When he awoke again, his mind was clearer, though a sense of emptiness gnawed at him. Some details surfaced—names, faint memories. He remembered this nurse and the place, though it brought him no comfort. His eyes scanned the room, and a faint, creeping despair settled over him. Somehow, he’d ended up as this person, a man in his twenties, working as a guard on a poor farmer’s land, tasked with watching over livestock through the cold night hours to keep away thieves.

He sifted through fragments of his new life, his gaze blank as details floated to the surface, each one leaving a bitter taste in his mouth. This man was uneducated, hardly more than a stranger in his own world. His knowledge was basic at best, and his life was confined to the most ordinary of tasks, watching sheep in the night and retreating each dawn to a cold shack at the edge of a village that barely tolerated him. He was a man who had drifted through life, scarcely noticed and rarely needed.

The frustration he felt was dull, his thoughts sluggish, as though even his emotions had grown weary. Is this my life now? he wondered, though there was no spark of resolve behind the question. Just a deep sense of loss, an ache that settled in his chest and refused to leave.
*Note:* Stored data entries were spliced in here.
async function scenarioMailKill(h: Harness, counts: ReliabilityCounts): Promise<ScenarioResult> {
  const answers = new Answers();
  const startedAt = new Date(Date.now() - 1000);
  const records: WriteRecord[] = [];
  // Reset requests for every demo account: each queues one e-mail in the outbox.
  const emails = ['coach@driftmark.test', 'assistant@driftmark.test', ...ATHLETES];
  let next = 0;
  const client = async (): Promise<void> => {
    for (let i = next++; i < counts.mails; i = next++) {
      const record: WriteRecord = { key: `#${i}`, sent: 1, acknowledged: false };
      records.push(record);
      const outcome = await exchange(h, 'POST', '/api/auth/forgot-password', {
        json: { email: emails[i % emails.length] },
      });
      answers.record(outcome);
      if (outcome.kind === 'answer' && outcome.status < 300) record.acknowledged = true;
      else
        answers.note(`forgot-password answered ${outcome.kind === 'answer' ? outcome.status : outcome.kind}`);
    }
  };
  await Promise.all(Array.from({ length: counts.concurrency }, client));

  // kill -9 once about a quarter has gone out, at a moment a message is being sent.
  const target = Math.max(1, Math.floor(counts.mails / 4));
  const deadline = Date.now() + 60_000;
  let delivered = 0;
  let sending = 0;
  while (Date.now() < deadline) {
    const { rows } = await h.db.query<{ sent: string; sending: string }>(
      `SELECT count(*) FILTER (WHERE status = 'sent') AS sent,
              count(*) FILTER (WHERE status = 'sending') AS sending
         FROM outbox_messages WHERE created_at >= $1`,
      [startedAt],
    );
    delivered = Number(rows[0]!.sent);
    sending = Number(rows[0]!.sending);
    if (delivered >= target && sending > 0) break;
    await sleep(20);
  }
  await h.server.stop('SIGKILL');
  h.server = await startServer(h);

  // Wait for every message queued by this scenario to be sent (or for the wait to end). What the
  // killed process held when it died (a row it had claimed, `sending` with its lease running, or a
  // job it had fetched, pg-boss `active` until it expires) goes out again once the lease or the
  // job's expiry (120 s) is over; a short run (the npm test stage) reports those instead.
  const waitUntil = Date.now() + counts.mailWaitMs;
  type Row = { id: string; message_id: string; status: string; attempts: number; sending_until: Date | null };
  let queued: Row[];
  const heldUntil = async (rows: readonly Row[]): Promise<Map<string, Date>> => {
    const { rows: jobs } = await h.db.query<{ outbox_id: string; until: Date }>(
      `SELECT data->>'outboxId' AS outbox_id, expire_in + started_on AS until
         FROM pgboss.job WHERE name = 'mail-send' AND state = 'active'`,
    );
    const jobUntil = new Map(jobs.map((j) => [j.outbox_id, j.until]));
    const held = new Map<string, Date>();
    for (const row of rows) {
      if (row.status === 'sent') continue;
      const lease = row.status === 'sending' && row.sending_until && row.sending_until > new Date();
      const until = lease ? row.sending_until : jobUntil.get(row.id);
      if (until) held.set(row.id, until);
    }
    return held;
  };
  let held = new Map<string, Date>();
  for (;;) {
    ({ rows: queued } = await h.db.query<Row>(
      `SELECT id, message_id, status, attempts, sending_until FROM outbox_messages WHERE created_at >= $1`,
      [startedAt],
    ));
    held = await heldUntil(queued);
    const open = queued.filter((r) => r.status !== 'sent');
    if (open.length === 0 || Date.now() > waitUntil) break;
    if (!counts.waitForHeldMail && open.every((r) => held.has(r.id))) break;
    await sleep(500);
  }
  await sleep(500);
  const captured = await readAllCapturedMail(h.mailDir);
  const receivedById = new Map<string, number>();
  for (const mail of captured)
    if (mail.messageId) receivedById.set(mail.messageId, (receivedById.get(mail.messageId) ?? 0) + 1);

  const rowCounts = new Map<string, number>();
  const mailRecords: WriteRecord[] = queued.map((row) => ({
    key: row.message_id,
    sent: 1,
    acknowledged: true,
  }));
  for (const row of queued) rowCounts.set(row.message_id, receivedById.get(row.message_id) ?? 0);
  const awaiting = queued
    .filter((r) => held.has(r.id) && (receivedById.get(r.message_id) ?? 0) === 0)
    .map((row) => ({ row, until: held.get(row.id)! }));
  const awaitingIds = new Set(awaiting.map((a) => a.row.id));
  const present = new Map(
    queued.map((r) => [r.message_id, awaitingIds.has(r.id) ? 1 : (rowCounts.get(r.message_id) ?? 0)]),
  );
  const result = answers.apply(tally('d. kill -9 during mail sending', mailRecords, present, false));
  result.sent = records.reduce((n, r) => n + r.sent, 0);
  const repeats = [...rowCounts.values()].filter((n) => n > 1).length;
  result.notes.push(
    `${records.filter((r) => r.acknowledged).length} reset requests acknowledged, ${queued.length} messages ` +
      `queued; server killed with ${delivered} sent and ${sending} being sent, started again; ` +
      `acknowledged = queued, present = delivered to the SMTP fake (by Message-ID)`,
  );
  result.notes.push(
    repeats > 0
      ? `${repeats} message(s) delivered twice with the same Message-ID: at least once, as designed ` +
          `(a message the SMTP server accepted before the kill let it be marked sent)`
      : 'no message delivered twice (delivery is at least once: a send cut by a kill after the ' +
          'SMTP server accepted it would repeat, with the same Message-ID)',
  );
  if (awaiting.length > 0) {
    result.notes.push(
      `${awaiting.length} message(s) held by the killed process and not received within this run's ` +
        `wait of ${Math.round(counts.mailWaitMs / 1000)} s: counted present, they go out again at ` +
        `${awaiting.map((a) => `${a.until.toISOString().slice(11, 19)} (${a.row.status}, attempts ${a.row.attempts})`).join(', ')}`,
    );
  }
  const notSent = queued.filter((r) => r.status !== 'sent' && !awaitingIds.has(r.id));
  if (notSent.length > 0)
    result.problems.push(
      `${notSent.length} message(s) not sent: ${notSent
        .slice(0, 5)
        .map((r) => `${r.status} after ${r.attempts} attempt(s)`)
        .join(', ')}`,
    );
  return result;
}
As days passed, he watched the nurse shuffle between patients, her face etched with a constant strain as she moved from one bed to the next. The makeshift hospital overflowed with people in need, the air thick with quiet despair. She always returned to his bedside, bringing him a small meal, offering what little she could. But her words barely registered, her face a distant blur. His mind felt like it was slipping further from clarity, as though every new detail he discovered about this life only pushed him further away from himself.

When he was well enough to walk, he left. No words of thanks, no lingering look back. He took the bundle of clothes she handed him without comment, his face blank as he stepped out into the cold air.